Nada como um olhar estrangeiro para nos revelar aquilo que, por costume ou conveniência, nos recusamos a ver. Os integrantes da missão do Comitê Olímpico Internacional que analisaram a candidatura do Rio aos Jogos de 2004 cumpriram um pouco o papel daqueles antigos visitantes que, na época da colônia, passaram por aqui e que até hoje nos ajudam a ver o Brasil.

Chega a ser espantoso que alguns manifestem surpresa com algumas observações negativas feitas no relatório do COI sobre a candidatura carioca. Pelo que dizem os jornais, os autores do documento registraram a festa, o nosso desejo de sediar as Olimpíadas. Mas deixaram claro que boas intenções não bastam – e eles têm justificadas dúvidas sobre nossa vontade de, em sete anos, equacionarmos problemas sociais que, ao longo de quase cinco séculos, vêm sendo .despachados para o fim da fila.

Não se pode acusar os patrocinadores da candidatura de tentarem esconder nossas mazelas: inspirados por Betinho, souberam transformar a desvantagem em um gol que se espera de placa: o miserê crônico não representaria um obstáculo aos Jogos; ao contrário, estes se constituiriam em um grande catalisador de soluções para os nossos problemas. De tão bom, o argumento acabou sendo registrado no tal relatório do COI. Já é meio-gol.

Por vias mais ou menos tortas, a argumentação acaba revelando o constrangimento de um país que, em busca dos Jogos, é obrigado a admitir que ainda não se esforçou em oferecer o mínimo de dignidade para a maioria de seus habitantes. O raciocínio de que as Olimpíadas é que acenderão esta chama redentora não deixa de ser uma nova versão para a tese do país do futuro (lembram?); uma conclamação na, linha do “desta vez vai”.

Nisto tudo, porém, há algo a comemorar. De olho nas Olimpíadas, estamos descobrindo o óbvio: que a pobreza, a falta de saneamento básico e de transporte coletivo, a poluição, a criminalidade, o grau de desigualdade social por aqui verificado – enfim, todas estas formas de violência – são incompatíveis com um projeto de uma convivência social mais harmônica e saudável.

Vá lá que esta descoberta foi meio assim por acaso. O objetivo primeiro é o de se conquistar as Olimpíadas. A melhoria das condições de vida da população entra como uma espécie de subproduto, mas isto já é um grande avanço.

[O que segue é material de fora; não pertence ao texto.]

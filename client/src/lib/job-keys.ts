import { createQueryKeys } from './query-keys';

/**
 * The jobs key root, shared by the features that hang data under a job (estimate, checklist,
 * findings, time) without importing the jobs feature.
 */
export const jobKeysBase = createQueryKeys('jobs');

Resta esperar que – independentemente da decisão do COI sobre a cidade olímpica – frutifique entre nós uma lição que, de tão velha, não mereceria ser aqui repetida: a de que não é possível se perpetuar uma situação social como a nossa.

O problema não é a eventual inviabilidade de sediarmos uma Olimpíada, mas a impossibilidade de continuarmos a viver em uma cidade e em um país com tantas mazelas. O que está em jogo não é uma Olimpíada, mas a nossa sobrevivência. Uma eventual derrota da candidatura do Rio não deve ser encarada como uma tragédia, mas como um estímulo para que, enfim, passemos a encarar nossos velhos problemas.

Uma cidade que seja boa para a maioria de seus habitantes será excelente para abrigar uma Olimpíada. Um Rio mais justo e humano seria quase que imbatível na disputa por qualquer evento internacional. O que é bom para nós também seria bom para eles.
Mesmo que os Jogos não venham, a luta por uma cidade melhor – inspirada pela candidatura – já seria uma espécie de milagre a ser creditado na conta do tal espírito que, além de Olímpico, neste caso, mereceria também o direito de ser chamado de Santo.